Disclosure of interests
None declared. Completed disclosure of interests forms are available to view online as supporting information.
Contribution to authorship
EM, SdH, JvD, MS and CG were involved in designing and initiation of the study. EM, SdH, ZM, NS, FAH and FA were involved in study screening and selection. EM and SdH had full access to the data in the study and take responsibility for the integrity of the data. SvK provided statistical expertise. All authors interpreted the data.

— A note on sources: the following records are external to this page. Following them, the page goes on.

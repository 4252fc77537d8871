/** The formulas the toe-factor estimate draws on; each has its own source, load case and validity range. */
export type NotchFormulaId =
  'anthesButtBending' | 'kiyakButtBending' | 'anthesCruciformBending' | 'lawrenceTension';

export type NotchLoad = 'bending' | 'tension';

/** One formula's value for one toe, with the reasons it may not be trusted there. */
export interface FormulaValue {
  readonly formula: NotchFormulaId;
  readonly load: NotchLoad;
  readonly source: string;
  /** How the coefficients were obtained: confirmed against public data, or recalled and unverified. */
  readonly confidence: 'checked against public FE data' | 'recalled, unverified';
  /** The value used: the formula's own value, or its monotone envelope where the fit turns over (see notes). */
  readonly value: number;
  /** The formula as published, at exactly these inputs. */
  readonly formulaValue: number;
  readonly inRange: boolean;
  /** One message per input outside the formula's validity range. */
  readonly outside: readonly string[];
  readonly notes: readonly string[];
}

/** Inputs of one toe's notch estimate, in the units the seam file uses (mm, degrees). */
export interface ToeGeometry {
  /** Thickness of the plate the toe lies on. */
  readonly t: number;
  /** Flank angle θ = 180° − ISO toe angle. */
  readonly flankDeg: number;
  readonly rho: number;
  /** Reinforcement height on the toe's side (butt joints); Kiyak needs it. */
  readonly h?: number | undefined;
  /** Fillet throat a (cruciform and T joints). */
  readonly a?: number | undefined;
  /** Excess convexity of the fillet face; flat or concave faces are flagged for the cruciform formula. */
  readonly convexity?: number | undefined;
}
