/** Range checks shared by the notch formulas: each failed check is one message naming the input and the range. */
export interface Bound {
  readonly name: string;
  readonly value: number;
  readonly min: number;
  readonly max: number;
  readonly minExclusive?: boolean;
}

const fmt = (x: number): string => String(Number(x.toPrecision(4)));

export function outsideOf(bounds: readonly Bound[]): string[] {
  const out: string[] = [];
  for (const b of bounds) {
    const low = b.minExclusive ? b.value <= b.min : b.value < b.min;
    if (low || b.value > b.max || !Number.isFinite(b.value)) {
      const lo = b.minExclusive ? `> ${fmt(b.min)}` : `${fmt(b.min)}`;
      out.push(`${b.name} = ${fmt(b.value)} lies outside ${lo} … ${fmt(b.max)}`);
    }
  }
  return out;
}
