/** Range checks shared by the notch formulas: each failed check is one message naming the input and the range. */
export interface Bound {
  readonly name: string;
  readonly value: number;
  readonly min: number;
  readonly max: number;
  readonly minExclusive?: boolean;
}

const fmt = (x: number): string => String(Number(x.toPrecision(4)));

const isOutside = (b: Bound): boolean =>
  (b.minExclusive ? b.value <= b.min : b.value < b.min) || b.value > b.max || !Number.isFinite(b.value);

/** True when every input lies inside its range (the same test as outsideOf, without the messages). */
export function insideOf(bounds: readonly Bound[]): boolean {
  for (const b of bounds) if (isOutside(b)) return false;
  return true;
}

export function outsideOf(bounds: readonly Bound[]): string[] {
  const out: string[] = [];
  for (const b of bounds) {
    if (isOutside(b)) {
      const lo = b.minExclusive ? `> ${fmt(b.min)}` : `${fmt(b.min)}`;
      out.push(`${b.name} = ${fmt(b.value)} lies outside ${lo} … ${fmt(b.max)}`);
    }
  }
  return out;
}
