import { outsideOf, type Bound } from './range.js';

const RAD = Math.PI / 180;

// Anthes, Köttgen & Seeger, Schweißen und Schneiden 45 (1993) 685–688: butt joint, bending; φ in degrees, l3 in degrees.
export function anthesButtBending(tOverRho: number, flankDeg: number): number {
  const s = Math.sin(flankDeg * RAD);
  const poly = 0.181 + 1.207 * s - 1.737 * s * s + 0.689 * s * s * s;
  const exponent = 0.2919 + 0.3491 * Math.sin((flankDeg + 3.283) * RAD);
  return (1 - 0.156 * tOverRho ** 0.207) * (1 + poly * tOverRho ** exponent);
}

/** Validity of the butt formula as coded with its published coefficients: 0 < t/ρ ≤ 200, 0° ≤ φ ≤ 90°. */
export const ANTHES_BUTT_RANGE = { tOverRho: [0, 200], flankDeg: [0, 90] } as const;

const buttBounds = (tOverRho: number, flankDeg: number): Bound[] => [
  { name: 't/ρ', value: tOverRho, min: 0, max: 200, minExclusive: true },
  { name: 'flank angle φ (°)', value: flankDeg, min: 0, max: 90 },
];

// Inlined comparisons of buttBounds (no allocation on the hot path); a test holds them equal to the messages.
export const anthesButtInside = (tOverRho: number, flankDeg: number): boolean =>
  tOverRho > 0 && tOverRho <= 200 && flankDeg >= 0 && flankDeg <= 90;

export const anthesButtOutside = (tOverRho: number, flankDeg: number): string[] =>
  outsideOf(buttBounds(tOverRho, flankDeg));

// Anthes, Köttgen & Seeger, Schweißen und Schneiden 45 (1993) 685–688: cruciform ("Doppel-T-Stoß"), bending; sin of φ.
export function anthesCruciformBending(
  tOverRho: number,
  flankDeg: number,
  aOverT: number,
  sOverT: number,
): number {
  const s = Math.sin(flankDeg * RAD);
  const bracket =
    1 + 0.023 * aOverT ** -3.09 * sOverT ** 2.412 + 2.153 * tOverRho ** 0.154 - 3.738 * s ** 0.481;
  return 1.256 + bracket * s ** 1.723 * tOverRho ** 0.172;
}

/** Validity of the cruciform formula: 30° ≤ φ ≤ 60°, 15 ≤ t/ρ ≤ 100, 0.3 ≤ a/t ≤ 1, s/t = 0 or 2ρ/t ≤ s/t ≤ 1. */
export const ANTHES_CRUCIFORM_RANGE = { tOverRho: [15, 100], flankDeg: [30, 60], aOverT: [0.3, 1] } as const;

const cruciformBounds = (tOverRho: number, flankDeg: number, aOverT: number): Bound[] => [
  { name: 't/ρ', value: tOverRho, min: 15, max: 100 },
  { name: 'flank angle φ (°)', value: flankDeg, min: 30, max: 60 },
  { name: 'a/t', value: aOverT, min: 0.3, max: 1 },
];

const rootGapBounds = (tOverRho: number, sOverT: number): Bound[] =>
  sOverT === 0 ? [] : [{ name: 's/t', value: sOverT, min: 2 / tOverRho, max: 1 }];

// Inlined comparisons of cruciformBounds and rootGapBounds (no allocation); a test holds them equal to the messages.
export const anthesCruciformInside = (
  tOverRho: number,
  flankDeg: number,
  aOverT: number,
  sOverT: number,
): boolean =>
  tOverRho >= 15 &&
  tOverRho <= 100 &&
  flankDeg >= 30 &&
  flankDeg <= 60 &&
  aOverT >= 0.3 &&
  aOverT <= 1 &&
  (sOverT === 0 || (sOverT >= 2 / tOverRho && sOverT <= 1));

export function anthesCruciformOutside(
  tOverRho: number,
  flankDeg: number,
  aOverT: number,
  sOverT: number,
): string[] {
  return [
    ...outsideOf(cruciformBounds(tOverRho, flankDeg, aOverT)),
    ...outsideOf(rootGapBounds(tOverRho, sOverT)).map((m) => `${m} (or s/t = 0)`),
  ];
}

/**
 * Signs of ∂Kt/∂φ and ∂Kt/∂(t/ρ) of the butt formula (derived by differentiating it): where both are ≥ 0 the
 * measured point is the largest value for smaller angles and larger radii, and no search is needed.
 */
export function anthesButtRises(tOverRho: number, flankDeg: number): boolean {
  const s = Math.sin(flankDeg * RAD);
  const poly = 0.181 + 1.207 * s - 1.737 * s * s + 0.689 * s * s * s;
  const dPoly = 1.207 - 3.474 * s + 2.067 * s * s;
  const exponent = 0.2919 + 0.3491 * Math.sin((flankDeg + 3.283) * RAD);
  const lnX = Math.log(tOverRho);
  const dTheta = dPoly * Math.cos(flankDeg * RAD) + poly * lnX * 0.3491 * Math.cos((flankDeg + 3.283) * RAD);
  const x207 = tOverRho ** 0.207;
  const xE = tOverRho ** exponent;
  const a = 1 - 0.156 * x207;
  const dX = -0.156 * 0.207 * x207 * (1 + poly * xE) + a * poly * exponent * xE;
  return dTheta >= 0 && dX >= 0;
}

/** The same for the cruciform formula with s = 0 (derived): both signs reduce to simple sums. */
export function anthesCruciformRises(tOverRho: number, flankDeg: number): boolean {
  const s = Math.sin(flankDeg * RAD);
  const c = 1 + 2.153 * tOverRho ** 0.154 - 3.738 * s ** 0.481;
  const dTheta = -3.738 * 0.481 * s ** 0.481 + 1.723 * c;
  const dX = 2.153 * 0.154 * tOverRho ** 0.154 + 0.172 * c;
  return dTheta >= 0 && dX >= 0;
}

EM and SdH wrote the first draft of this protocol, and all authors critically reviewed and contributed to adjustments and approved the final version of this manuscript.
Funding
This systematic review and meta‐analysis did not receive any specific funding.
Supporting information
Mulder EG, de Haas S, Mohseni Z, Schartmann N, Abo Hasson F, Alsadah F, van Kuijk SMJ, van Drongelen J, Spaanderman MEA, Ghossein‐Doha C. Cardiac output and peripheral vascular resistance during normotensive and hypertensive pregnancy – a systematic review and meta‐analysis. BJOG 2022; 10.1111/1471-0528.16678.129:696–707.
Data availability
Data sharing is not applicable to this article as no new data were created or analysed in this study.